Multicore Energy Aware Schedular in Linux

Background

Loadable Kernel Module (KLM)

An LKM is simply a chunk of binary code that can be loaded and unloaded into the kernel on demand. Kernel modules are used to extend the functionality of the kernel without the need to reboot the system. The counterpart in user-space programs are shared libraries (aka. DLLs). For example, one type of module could be a character device driver which enables the kernel to interact with a particular hardware connected to the system. Loadable kernel modules keep kernel source modular and allow for third party components distributed in binary form (without the source code).

Essential utilities for working with modules:

lsmod: list currently loaded modules

insmod: load a module by a path to a .ko file

rmmod: unload a module by name

modprobe: load a module by name together with its dependencies

modinfo: display information about a module

Making a 'hello world' KLM. Just printing out 'Hello World' Loading and unloading the module

System Call

System calls provide an interface between userspace processes and the kernel. For example, the I/O interface is provided by the system calls open, close, read, and write. A userspace process cannot access kernel memory and it cannot (directly) call kernel functions. It is forced to use system calls.

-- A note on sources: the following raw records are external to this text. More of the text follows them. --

// TestConsoleTranscripts: the list's filters and search, one transcript
// with its audit fields, text shown as text, and review decisions.
func TestConsoleTranscripts(t *testing.T) {
	f, _ := consoleFixture(t, server.Config{})
	owner := newBrowserish(t, f.http.URL, nil)
	owner.signIn(ownerEmail)
	const study = "/console/studies/harrow-console"
	tok := f.enter("T-1", "left")
	if a := f.call("POST", "/c/"+tok+"/resume", nil); a.Status != 200 {
		t.Fatal(a.Error)
	}
	const injected = `<script>document.title="owned"</script><img src=x onerror="alert(1)"> & more`
	// Sent with the typing measures of a pasted reply.
	typed := map[string]any{"text": injected, "client_id": "x1", "typing": map[string]int{"typing_ms": 3000, "keystrokes": 2, "pastes": 1, "hidden_count": 1}}
	if a := f.call("POST", "/c/"+tok+"/reply", typed); a.Status != 200 {
		t.Fatalf("reply: %d %s", a.Status, a.Error)
	}
	f.enter("T-2", "right")
	id := mustSession(t, f, tok).ID
	t.Run("OKList", func(t *testing.T) {
		res, body := owner.get(study + "/sessions")
		mustStatus(t, res, body, http.StatusOK)
		if !strings.Contains(body, "Sessions 1–2 of 2.") {
			t.Errorf("got a list without both sessions")
		}
	})
	t.Run("OKSearch", func(t *testing.T) {
		res, body := owner.get(study + "/sessions?q=" + url.QueryEscape("onerror"))
		mustStatus(t, res, body, http.StatusOK)
		if !strings.Contains(body, "Sessions 1–1 of 1.") || !strings.Contains(body, fmt.Sprintf(`/sessions/%d"`, id)) {
			t.Errorf("search: got a list without session %d alone", id)
		}
	})
	t.Run("OKFlagFilterAndChips", func(t *testing.T) {
		res, body := owner.get(study + "/sessions?flag=pasted")
		mustStatus(t, res, body, http.StatusOK)
		if !strings.Contains(body, "Sessions 1–1 of 1.") || !regexp.MustCompile(`<span class="chip chip-flag" title="reply 1: 1 paste[^"]*">pasted</span>`).MatchString(body) {
			t.Errorf("flag filter: got a list without session %d alone with its pasted chip", id)
		}
		res, body = owner.get(study + "/sessions?flag=refused")
		if !strings.Contains(body, "No session matches.") {
			t.Error("flag filter: a flag no session has still lists sessions")
		}
	})
	for _, c := range []struct{ name, query string }{{"ErrYesNo", "?completed=maybe"}, {"ErrArm", "?arm=nothing"}, {"ErrPage", "?page=0"}, {"ErrFlag", "?flag=rude"}} {
		t.Run(c.name, func(t *testing.T) {
			res, body := owner.get(study + "/sessions" + c.query)
			mustStatus(t, res, body, http.StatusBadRequest)
		})
	}
	t.Run("OKTextIsText", func(t *testing.T) {
		res, body := owner.get(fmt.Sprintf("%s/sessions/%d", study, id))
		mustStatus(t, res, body, http.StatusOK)
		if strings.Contains(body, injected) || strings.Contains(body, "<script>document") || strings.Contains(body, "<img src=x") {
			t.Fatal("the respondent's reply reached the page as HTML")
		}
		if !strings.Contains(body, "&lt;script&gt;document.title=&#34;owned&#34;&lt;/script&gt;&lt;img src=x onerror=&#34;alert(1)&#34;&gt; &amp; more") {
			t.Error("the reply is not on the page as escaped text")
		}
		for _, want := range []string{"Model reported", "Request SHA-256", "scripted", "turn 1", "typed in 3000 ms, 2 keystrokes, 1 paste, page hidden 1 time",
			`<li><span class="chip chip-flag">pasted</span> reply 1: 1 paste`} {
			if !strings.Contains(body, want) {
				t.Errorf("the transcript lacks %q", want)
			}
		}
	})
	t.Run("ErrSessionOfNoStudy", func(t *testing.T) {
		res, body := owner.get(study + "/sessions/999")
		mustStatus(t, res, body, http.StatusNotFound)
		res, body = owner.get(study + "/sessions/abc")
		mustStatus(t, res, body, http.StatusNotFound)
	})
	review := func(action, text string) (*http.Response, string) {
		return owner.post(fmt.Sprintf("%s/sessions/%d/review", study, id), url.Values{"action": {action}, "text": {text}})
	}
	t.Run("ErrExcludeWithoutReason", func(t *testing.T) {
		res, body := review("exclude", "")
		mustStatus(t, res, body, http.StatusUnprocessableEntity)
		if r, _ := f.st.ReviewOf(context.Background(), id); r.Excluded {
			t.Error("excluded without a reason")
		}
	})
	t.Run("OKExcludeShownAsText", func(t *testing.T) {
		res, body := review("exclude", "reply holds <b>markup</b>")
		mustStatus(t, res, body, http.StatusSeeOther)
		res, body = owner.get(fmt.Sprintf("%s/sessions/%d", study, id))
		if !strings.Contains(body, "reply holds &lt;b&gt;markup&lt;/b&gt;") {
			t.Error("the exclusion reason is not shown as text")
		}
		res, body = owner.get(study + "/sessions?excluded=yes")
		if !strings.Contains(body, "Sessions 1–1 of 1.") || !strings.Contains(body, "chip-excluded") {
			t.Error("the excluded filter does not list the session with its chip")
		}
	})
}

// TestConsoleExport: owners and viewers download the export as a zip
// archive whose CSV files parse (RFC 4180, read with encoding/csv) with a
// row per session; pilot sessions only when asked for.
func TestConsoleExport(t *testing.T) {
	f, _ := consoleFixture(t, server.Config{})
	viewer := newBrowserish(t, f.http.URL, nil)
	viewer.signIn(viewerEmail)
	for _, rid := range []string{"E-1", "E-2", "E-3"} {
		f.enter(rid, "left")
	}
	download := func(query string) (*zip.Reader, *http.Response) {
		t.Helper()
		res, body := viewer.get("/console/studies/harrow-console/export.zip" + query)
		mustStatus(t, res, body, http.StatusOK)
		zr, err := zip.NewReader(strings.NewReader(body), int64(len(body)))
		if err != nil {
			t.Fatalf("the download is not a zip archive: %v", err)
		}
		return zr, res
	}
	rows := func(zr *zip.Reader, name string) [][]string {
		t.Helper()
		for _, zf := range zr.File {
			if strings.HasSuffix(zf.Name, "/"+name) {
				rc, err := zf.Open()
				if err != nil {
					t.Fatal(err)
				}
				defer rc.Close()
				recs, err := csv.NewReader(rc).ReadAll()
				if err != nil {
					t.Fatalf("%s does not parse as CSV: %v", name, err)
				}
				return recs
			}
		}
		t.Fatalf("the archive has no %s", name)
		return nil
	}
	t.Run("OKWithPilot", func(t *testing.T) {
		zr, res := download("?pilot=1")
		// RFC 6266: a download with a file name.
		if cd := res.Header.Get("Content-Disposition"); !regexp.MustCompile(`^attachment; filename="harrow-console-export-\d{8}T\d{6}Z\.zip"$`).MatchString(cd) {
			t.Errorf("got Content-Disposition %q, want an attachment named after the study", cd)
		}
		var names []string
		for _, zf := range zr.File {
			names = append(names, zf.Name[strings.Index(zf.Name, "/")+1:])
		}
		if strings.Join(names, " ") != "sessions.csv turns.csv turns.jsonl codebook.md" {
			t.Errorf("got files %v, want sessions.csv turns.csv turns.jsonl codebook.md", names)
		}
		if got := rows(zr, "sessions.csv"); len(got) != 4 {
			t.Errorf("got %d rows in sessions.csv, want a header and 3 sessions", len(got))
		}
	})
	t.Run("OKPilotLeftOut", func(t *testing.T) {
		zr, _ := download("")
		if got := rows(zr, "sessions.csv"); len(got) != 1 {
			t.Errorf("got %d rows, want the header alone: pilot sessions are left out unless asked for", len(got))
		}
	})
	t.Run("ErrOption", func(t *testing.T) {
		res, body := viewer.get("/console/studies/harrow-console/export.zip?release=yes")
		mustStatus(t, res, body, http.StatusBadRequest)
	})
	t.Run("ErrUnknownStudy", func(t *testing.T) {
		res, body := viewer.get("/console/studies/no-such-study/export.zip")
		mustStatus(t, res, body, http.StatusNotFound)
	})
}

To make a system call, the process loads the arguments into registers, loads the system call number into a register, and then executes a special instruction (called a software interrupt or trap), which jumps to a well-defined location in the kernel. The hardware automatically switches the processor from user-mode execution to restricted kernel mode. The trap handler checks the system call number, which in turn represents what kernel service the process requested. This service in turn will correspond to a particular OS function that needs to be called. The OS looks at the table of system calls to determine the address of the kernel function to call. The OS calls this function, and when that function returns, returns back to the process.

In case of ARM architectures, the system call table is defined in arch/arm/tools/syscall.tbl. During the kernel compilation process, this file is read to automatically generate actual header/assembly files needed for the kernel. For example, if you want to look at where the system call sched_setparam is defined, type 'grep -rnI sched_setparam arch/arm/'. This will display syscall.tbl and other auto-generated files (those in arch/arm/include/generated).

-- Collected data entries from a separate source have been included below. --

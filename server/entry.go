package server

import (
	"errors"
	"log/slog"
	"net/http"

	"github.com/go-chi/chi/v5"

	"trialogue/arms"
	"trialogue/store"
)

// handleEntry takes a respondent from the survey into a session.
//
// GET /s/{study}?rid=RID&COVARIATE=VALUE...
func (s *Server) handleEntry(w http.ResponseWriter, r *http.Request) {
	st, ok := s.study(chi.URLParam(r, "study"))
	if !ok {
		s.fail(w, r, &Error{Status: http.StatusNotFound, Key: "not_found", Msg: "unknown study"})
		return
	}
	w.Header().Set("Content-Security-Policy", csp(frameAncestors(st.Def)))
	synthetic, err := s.syntheticMark(r)
	if err != nil {
		s.fail(w, r, err)
		return
	}
	resp, err := st.Def.ParseEntry(r.URL.Query())
	if err != nil {
		var fe *arms.FieldError
		if errors.As(err, &fe) {
			s.fail(w, r, &Error{Status: http.StatusBadRequest, Key: "bad_entry", Field: fe.Field, Msg: fe.Msg})
			return
		}
		s.fail(w, r, err)
		return
	}
	stratum := st.Def.StratumKey(resp)
	enter := s.store.Enter
	if synthetic { // marked in the transaction that creates the session
		enter = s.store.EnterSynthetic
	}
	sess, created, err := enter(r.Context(), st.Version, stratum, resp, func(stratum string, slot int) (string, string) {
		arm := st.Plan.Slot(stratum, slot).Arm
		return arm, st.Def.Arms[arm].Code
	})
	if errors.Is(err, store.ErrStudyClosed) {
		s.fail(w, r, &Error{Status: http.StatusGone, Key: "study_closed", Msg: "This study is closed and takes no new participants. Thank you for your interest."})
		return
	}
	if errors.Is(err, store.ErrPilotFull) {
		s.fail(w, r, &Error{Status: http.StatusServiceUnavailable, Key: "study_closed", Msg: "The pilot of this study has all the participants it needs. Thank you for your interest."})
		return
	}
	if err != nil {
		s.fail(w, r, err)
		return
	}
	if created {
		s.assignedMetric(st.Def.ID, sess.Arm, synthetic)
		s.log.Info("session entered", slog.String("study", st.Def.ID), slog.Int64("session", sess.ID))
	}
	w.Header().Set("Cache-Control", "no-store")
	http.Redirect(w, r, "/c/"+sess.Token, http.StatusSeeOther)
}
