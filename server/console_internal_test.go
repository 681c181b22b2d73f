package server

import (
	"math"
	"slices"
	"strings"
	"testing"
	"time"

	"trialogue/store"
)

func TestMedianAndPercentile(t *testing.T) {
	ints := func(lo, hi int64) []int64 {
		var v []int64
		for i := lo; i <= hi; i++ {
			v = append(v, i)
		}
		return v
	}
	// The nearest-rank percentile is the value at rank ⌈p/100 · n⌉ (the
	// definition, from memory); the median of an even count is the mean of
	// the middle two, here rounded down to the millisecond.
	for _, c := range []struct {
		name        string
		v           []int64
		median, p95 int64
	}{
		{"OKEmpty", nil, 0, 0},
		{"OKOne", []int64{7}, 7, 7},
		{"OKEven", []int64{100, 200, 300, 400}, 250, 400},
		{"OKOdd", []int64{100, 200, 900}, 200, 900},
		{"OKTwenty", ints(1, 20), 10, 19},
		{"OKHundred", ints(1, 100), 50, 95},
	} {
		t.Run(c.name, func(t *testing.T) {
			if got := median(c.v); got != c.median {
				t.Errorf("median: got %d, want %d", got, c.median)
			}
			if got := nearestRank(c.v, 95); got != c.p95 {
				t.Errorf("95th percentile: got %d, want %d", got, c.p95)
			}
		})
	}
}

func TestDropoutTest(t *testing.T) {
	t.Run("OKDiffers", func(t *testing.T) {
		// Dropped/completed 10/30 and 25/15: expected 17.5 and 22.5 in each
		// row, so χ² = 2·7.5²/17.5 + 2·7.5²/22.5 = 80/7 ≈ 11.4286 with 1
		// degree of freedom; for 1 df the survival function is
		// erfc(√(χ²/2)) (χ² with 1 df is a squared standard normal), ≈ 0.000723.
		got := dropoutTest([]MonitorArm{{Dropped: 10, Completed: 30}, {Dropped: 25, Completed: 15}})
		wantP := math.Erfc(math.Sqrt(80.0 / 7 / 2))
		if !got.Done || got.DF != 1 || math.Abs(got.Stat-80.0/7) > 1e-9 || math.Abs(got.P-wantP) > 1e-9 || !got.Differs {
			t.Errorf("got %+v, want χ² %.6f, df 1, p %.6f, differs", got, 80.0/7, wantP)
		}
		if strings.Contains(got.Note, "below 5") {
			t.Errorf("got note %q, want no small-count warning", got.Note)
		}
	})
	t.Run("OKSame", func(t *testing.T) {
		got := dropoutTest([]MonitorArm{{Dropped: 10, Completed: 30}, {Dropped: 10, Completed: 30}, {Assigned: 3}})
		if !got.Done || got.Stat != 0 || got.P != 1 || got.Differs {
			t.Errorf("got %+v, want χ² 0, p 1, no difference (the arm without outcomes left out)", got)
		}
	})
	t.Run("OKSmallCounts", func(t *testing.T) {
		got := dropoutTest([]MonitorArm{{Dropped: 1, Completed: 2}, {Dropped: 2, Completed: 1}})
		if !got.Done || !strings.Contains(got.Note, "below 5") {
			t.Errorf("got %+v, want a test with a small-count warning", got)
		}
	})
	t.Run("ErrOneArm", func(t *testing.T) {
		if got := dropoutTest([]MonitorArm{{Dropped: 4, Completed: 9}}); got.Done || got.Note == "" {
			t.Errorf("got %+v, want no test and a note", got)
		}
	})
}

func TestEntryBuckets(t *testing.T) {
	t0 := time.Date(2027, 6, 1, 10, 2, 0, 0, time.UTC)
	at := func(d time.Duration) store.MonitorSession { return store.MonitorSession{CreatedAt: t0.Add(d)} }
	t.Run("OKFiveMinutes", func(t *testing.T) {
		start, width, counts := entryBuckets([]store.MonitorSession{at(0), at(2 * time.Minute), at(61 * time.Minute)}, t0.Add(2*time.Hour))
		// Two hours in 1-minute bars would be 121 bars, more than 48; in
		// 5-minute bars from 10:00, 25.
		if width != 5*time.Minute || !start.Equal(time.Date(2027, 6, 1, 10, 0, 0, 0, time.UTC)) || len(counts) != 25 || counts[0] != 2 || counts[12] != 1 {
			t.Errorf("got start %s, width %s, %d bars %v; want 10:00, 5m, 25 bars with 2 in the first and 1 in the 13th", start, width, len(counts), counts)
		}
	})
	t.Run("OKNone", func(t *testing.T) {
		if _, _, counts := entryBuckets(nil, t0); counts != nil {
			t.Errorf("got %v, want no bars", counts)
		}
		if !strings.Contains(string(entriesSVG(nil, t0)), "No entries yet.") {
			t.Error("the empty chart does not say so")
		}
	})
}

func TestSafeNext(t *testing.T) {
	for _, c := range []struct{ in, want string }{
		{"/console/studies/x/monitor?cohort=main", "/console/studies/x/monitor?cohort=main"},
		{"", "/console/studies"},
		{"https://elsewhere.example/console/", "/console/studies"},
		{"//elsewhere.example/console/", "/console/studies"},
		{"/console/../s/x", "/console/studies"},
		{`/console\studies`, "/console/studies"},
		{"/console/login", "/console/studies"},
		{"/c/token", "/console/studies"},
	} {
		if got := safeNext(c.in); got != c.want {
			t.Errorf("safeNext(%q): got %q, want %q", c.in, got, c.want)
		}
	}
}

func TestLoginWait(t *testing.T) {
	now := time.Date(2027, 6, 1, 10, 0, 0, 0, time.UTC)
	var got []time.Duration
	for _, n := range []int{0, 4, 5, 6, 8, 14, 15, 100} {
		got = append(got, loginWait(store.Failures{N: n, Last: now}, 5, now))
	}
	want := []time.Duration{0, 0, time.Second, 2 * time.Second, 8 * time.Second, 512 * time.Second, loginMaxWait, loginMaxWait}
	if !slices.Equal(got, want) {
		t.Errorf("got %v, want %v", got, want)
	}
	if w := loginWait(store.Failures{N: 6, Last: now}, 5, now.Add(5*time.Second)); w != 0 {
		t.Errorf("after the wait: got %s, want 0", w)
	}
}

func TestSpan(t *testing.T) {
	for d, want := range map[time.Duration]string{time.Minute: "1 minute", 5 * time.Minute: "5 minutes", time.Hour: "1 hour",
		24 * time.Hour: "1 day", 7 * 24 * time.Hour: "1 week", 90 * time.Second: "90 seconds", 0: "no time"} {
		if got := span(d); got != want {
			t.Errorf("span(%s): got %q, want %q", d, got, want)
		}
	}
}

Adding a custom system call called check_andrewid that takes one input char array. The system call should return success (0) when you enter your AndrewID; fail (-1) when anything else is entered.

The check_andrewid system call must have the following format: check_andrewid(char* andrewid)

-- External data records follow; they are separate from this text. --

package server

import (
	"context"
	"errors"
	"fmt"
	"log/slog"
	"math"
	"net/http"
	"net/url"
	"path"
	"strconv"
	"strings"
	"time"

	"trialogue/store"
)

// Console session cookies. Over TLS the cookie carries the __Host- prefix,
// which binds it to this host, path / and Secure (RFC 6265bis section
// 4.1.3.2); over plain HTTP (a demo on loopback) it cannot, and is kept to
// the console's path instead.
const (
	cookieSecure = "__Host-trialogue-console"
	cookiePlain  = "trialogue-console"
)

// Slowing failed sign-ins: failures in the last loginWindow count; past the
// free allowance, each further failure doubles the wait before the next
// attempt, up to loginMaxWait. A client address gets more free failures
// than an account, since several researchers may share one address.
const (
	loginWindow      = time.Hour
	loginFreeAccount = 5
	loginFreeAddress = 20
	loginMaxWait     = 15 * time.Minute
)

// secureRequest reports whether cookies must be Secure: the request came
// over TLS, or the server sits behind a TLS proxy (--secure-cookies).
func (s *Server) secureRequest(r *http.Request) bool {
	return r.TLS != nil || s.cfg.SecureCookies
}

func (s *Server) sessionCookie(r *http.Request, token string, maxAge int) *http.Cookie {
	c := &http.Cookie{Name: cookiePlain, Value: token, Path: "/console", HttpOnly: true, SameSite: http.SameSiteStrictMode, MaxAge: maxAge}
	if s.secureRequest(r) {
		c.Name, c.Path, c.Secure = cookieSecure, "/", true
	}
	return c
}

// consoleToken reads the console session cookie of a request.
func (s *Server) consoleToken(r *http.Request) string {
	name := cookiePlain
	if s.secureRequest(r) {
		name = cookieSecure
	}
	c, err := r.Cookie(name)
	if err != nil {
		return ""
	}
	return c.Value
}

// requireUser lets through requests of a signed-in researcher. Others are
// sent to the sign-in page (pages) or refused with 403 (the monitor's
// script, forms): 401 would need an HTTP authentication scheme in
// WWW-Authenticate (RFC 9110 section 15.5.2), which a cookie sign-in is not.
// An account whose password is a generated one may only replace it.
func (s *Server) requireUser(next http.Handler) http.Handler {
	return http.HandlerFunc(func(w http.ResponseWriter, r *http.Request) {
		idle := s.cfg.ConsoleIdle
		if idle <= 0 {
			idle = DefaultConsoleIdle
		}
		var u store.User
		err := errors.New("no console session")
		if token := s.consoleToken(r); token != "" {
			u, err = s.store.ConsoleUser(r.Context(), token, idle, consoleMaxAge)
		}
		if err != nil {
			expired := errors.Is(err, store.ErrExpired)
			if !errors.Is(err, store.ErrNotFound) && !expired && s.consoleToken(r) != "" {
				s.consoleFail(w, r, err)
				return
			}
			if r.Method == http.MethodGet && !consoleWantsJSON(r) && !strings.HasSuffix(r.URL.Path, ".svg") {
				q := url.Values{"next": {r.URL.RequestURI()}}
				if expired {
					q.Set("expired", "1")
				}
				http.Redirect(w, r, "/console/login?"+q.Encode(), http.StatusSeeOther)
				return
			}
			msg := "You are not signed in to the console: sign in, then try again."
			if expired {
				msg = "Your console session expired after a time without use: sign in again, then try again. Nothing was changed."
			}
			s.consoleFail(w, r, &Error{Status: http.StatusForbidden, Msg: msg})
			return
		}
		if u.MustChange && r.URL.Path != "/console/account" && r.URL.Path != "/console/logout" {
			if r.Method == http.MethodGet && !consoleWantsJSON(r) {
				http.Redirect(w, r, "/console/account", http.StatusSeeOther)
				return
			}
			s.consoleFail(w, r, &Error{Status: http.StatusForbidden, Msg: "Your password was generated for one sign-in: set a password of your own first."})
			return
		}
		next.ServeHTTP(w, r.WithContext(context.WithValue(r.Context(), userKey, &u)))
	})
}

// requireOwner refuses changes by viewers.
func (s *Server) requireOwner(next http.Handler) http.Handler {
	return http.HandlerFunc(func(w http.ResponseWriter, r *http.Request) {
		if u := consoleUser(r.Context()); u == nil || !u.CanChange() {
			s.consoleFail(w, r, &Error{Status: http.StatusForbidden,
				Msg: "Your account is a viewer's: it can read and export, but only an owner can change a study. Nothing was changed."})
			return
		}
		next.ServeHTTP(w, r)
	})
}

// loginPage is the data of the sign-in page.
type loginPage struct {
	consolePage
	Email   string
	Next    string
	Message string
}

// handleLoginPage shows the sign-in form.
//
// GET /console/login[?next=PATH][&expired=1]
func (s *Server) handleLoginPage(w http.ResponseWriter, r *http.Request) {
	page := loginPage{consolePage: s.page(r, "Sign in", ""), Next: safeNext(r.URL.Query().Get("next"))}
	if r.URL.Query().Get("expired") == "1" {
		page.Message = "Your console session expired after a time without use. Sign in again."
	}
	s.renderConsole(w, r, http.StatusOK, "console_login", page)
}

// handleLogin signs a researcher in. Wrong details answer 403 (RFC 9110
// section 15.5.4: the credentials given are insufficient); too many recent
// failures for the account or the client address answer 429 with
// Retry-After (RFC 6585 section 4) without checking the password at all.
//
// POST /console/login
func (s *Server) handleLogin(w http.ResponseWriter, r *http.Request) {
	if err := parseConsoleForm(w, r); err != nil {
		s.consoleFail(w, r, err)
		return
	}
	email, password := strings.TrimSpace(r.PostForm.Get("email")), r.PostForm.Get("password")
	page := loginPage{consolePage: s.page(r, "Sign in", ""), Email: email, Next: safeNext(r.PostForm.Get("next"))}
	addr := s.clientKey(r)
	now := s.Now()
	byEmail, byAddr, err := s.store.LoginFailures(r.Context(), email, addr, now.Add(-loginWindow))
	if err != nil {
		s.consoleFail(w, r, err)
		return
	}
	if wait := max(loginWait(byEmail, loginFreeAccount, now), loginWait(byAddr, loginFreeAddress, now)); wait > 0 {
		secs := int(math.Ceil(wait.Seconds()))
		w.Header().Set("Retry-After", strconv.Itoa(secs))
		page.Message = fmt.Sprintf("Too many failed sign-ins for this account or from this address. Wait %s, then try again.", plural(secs, "second"))
		s.renderConsole(w, r, http.StatusTooManyRequests, "console_login", page)
		return
	}
	u, err := s.store.Authenticate(r.Context(), email, password)
	if errors.Is(err, store.ErrBadLogin) {
		if err := s.store.RecordLoginFailure(r.Context(), email, addr); err != nil {
			s.consoleFail(w, r, err)
			return
		}
		s.log.Info("console sign-in failed", slog.String("route", routeOf(r)))
		page.Message = "Wrong e-mail address or password."
		s.renderConsole(w, r, http.StatusForbidden, "console_login", page)
		return
	}
	if err != nil {
		s.consoleFail(w, r, err)
		return
	}
	token, err := s.store.NewConsoleSession(r.Context(), u.ID)
	if err != nil {
		s.consoleFail(w, r, err)
		return
	}
	http.SetCookie(w, s.sessionCookie(r, token, 0))
	s.log.Info("console sign-in", slog.Int64("user", u.ID))
	next := page.Next
	if u.MustChange {
		next = "/console/account"
	}
	http.Redirect(w, r, next, http.StatusSeeOther)
}

// loginWait is how long after its last failure a key must wait.
func loginWait(f store.Failures, free int, now time.Time) time.Duration {
	if f.N < free {
		return 0
	}
	wait := loginMaxWait
	if n := f.N - free; n < 20 {
		wait = min(time.Second<<n, loginMaxWait)
	}
	return max(f.Last.Add(wait).Sub(now), 0)
}

// safeNext keeps a redirect after sign-in inside the console, so that a
// crafted link cannot send a researcher elsewhere.
func safeNext(next string) string {
	u, err := url.Parse(next)
	if err != nil || next == "" || u.Scheme != "" || u.Host != "" || u.User != nil || strings.HasPrefix(next, "//") || strings.Contains(next, `\`) {
		return "/console/studies"
	}
	u.Path = path.Clean(u.Path)
	if !strings.HasPrefix(u.Path, "/console/") || u.Path == "/console/login" {
		return "/console/studies"
	}
	return u.RequestURI()
}

// handleLogout ends the console session.
//
// POST /console/logout
func (s *Server) handleLogout(w http.ResponseWriter, r *http.Request) {
	if err := s.store.EndConsoleSession(r.Context(), s.consoleToken(r)); err != nil {
		s.consoleFail(w, r, err)
		return
	}
	http.SetCookie(w, s.sessionCookie(r, "", -1))
	http.Redirect(w, r, "/console/login", http.StatusSeeOther)
}

// accountPage is the data of the password page.
type accountPage struct {
	consolePage
	Message    string
	MustChange bool
	Min        int
}

// handleAccountPage shows the form for a new password.
//
// GET /console/account
func (s *Server) handleAccountPage(w http.ResponseWriter, r *http.Request) {
	u := consoleUser(r.Context())
	s.renderConsole(w, r, http.StatusOK, "console_account", accountPage{consolePage: s.page(r, "Your account", ""), MustChange: u.MustChange, Min: store.MinPassword})
}

// handleAccount sets a new password: the current one, then the new one
// twice. Every other console session of the account ends.
//
// POST /console/account
func (s *Server) handleAccount(w http.ResponseWriter, r *http.Request) {
	if err := parseConsoleForm(w, r); err != nil {
		s.consoleFail(w, r, err)
		return
	}
	u := consoleUser(r.Context())
	page := accountPage{consolePage: s.page(r, "Your account", ""), MustChange: u.MustChange, Min: store.MinPassword}
	refuse := func(status int, msg string) {
		page.Message = msg
		s.renderConsole(w, r, status, "console_account", page)
	}
	current, next, again := r.PostForm.Get("current"), r.PostForm.Get("new"), r.PostForm.Get("again")
	if _, err := s.store.Authenticate(r.Context(), u.Email, current); errors.Is(err, store.ErrBadLogin) {
		refuse(http.StatusForbidden, "Your current password is not right. Nothing was changed.")
		return
	} else if err != nil {
		s.consoleFail(w, r, err)
		return
	}
	if next != again {
		refuse(http.StatusUnprocessableEntity, "The two new passwords differ. Nothing was changed.")
		return
	}
	if next == current {
		refuse(http.StatusUnprocessableEntity, "The new password is the current one. Choose another. Nothing was changed.")
		return
	}
	var inv *store.InvalidError
	if err := s.store.SetPassword(r.Context(), u.ID, next, false); errors.As(err, &inv) {
		refuse(http.StatusUnprocessableEntity, "The new password is not accepted: "+inv.Msg+". Nothing was changed.")
		return
	} else if err != nil {
		s.consoleFail(w, r, err)
		return
	}
	token, err := s.store.NewConsoleSession(r.Context(), u.ID)
	if err != nil {
		s.consoleFail(w, r, err)
		return
	}
	http.SetCookie(w, s.sessionCookie(r, token, 0))
	http.Redirect(w, r, "/console/studies?done=password", http.StatusSeeOther)
}

// plural writes a count with its noun.
func plural(n int, noun string) string {
	if n == 1 {
		return "1 " + noun
	}
	return strconv.Itoa(n) + " " + noun + "s"
}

Then, write a user-level application that takes a name as input from the command, makes the check_andrewid system call, and outputs “valid” or “error”:


Task Scheduling and Monitoring

Periodic Task Parameters

In real-time systems, tasks are conventionally modeled as a periodic sequence of jobs. Jobs are released every T units of time and each job needs to finish within a relative deadline of D units of time from its release. To guarantee schedulability, we only admit a task into the system if the schedulability of the resulting task set is guaranteed. To perform a schedulability test, it is necessary to calculate the amount of resources each task uses, e.g., task τ i 's utilization Ui = Ci/T i , or the worst-case response time.

Processes and Threads

In the Linux kernel, the kernel object corresponding to each process/thread is a task. Every process/thread running under Linux is dynamically allocated a struct task_struct structure, called Task Control Block (TCB). The TCB is declared in <kernel_srcs>/include/linux/sched.h.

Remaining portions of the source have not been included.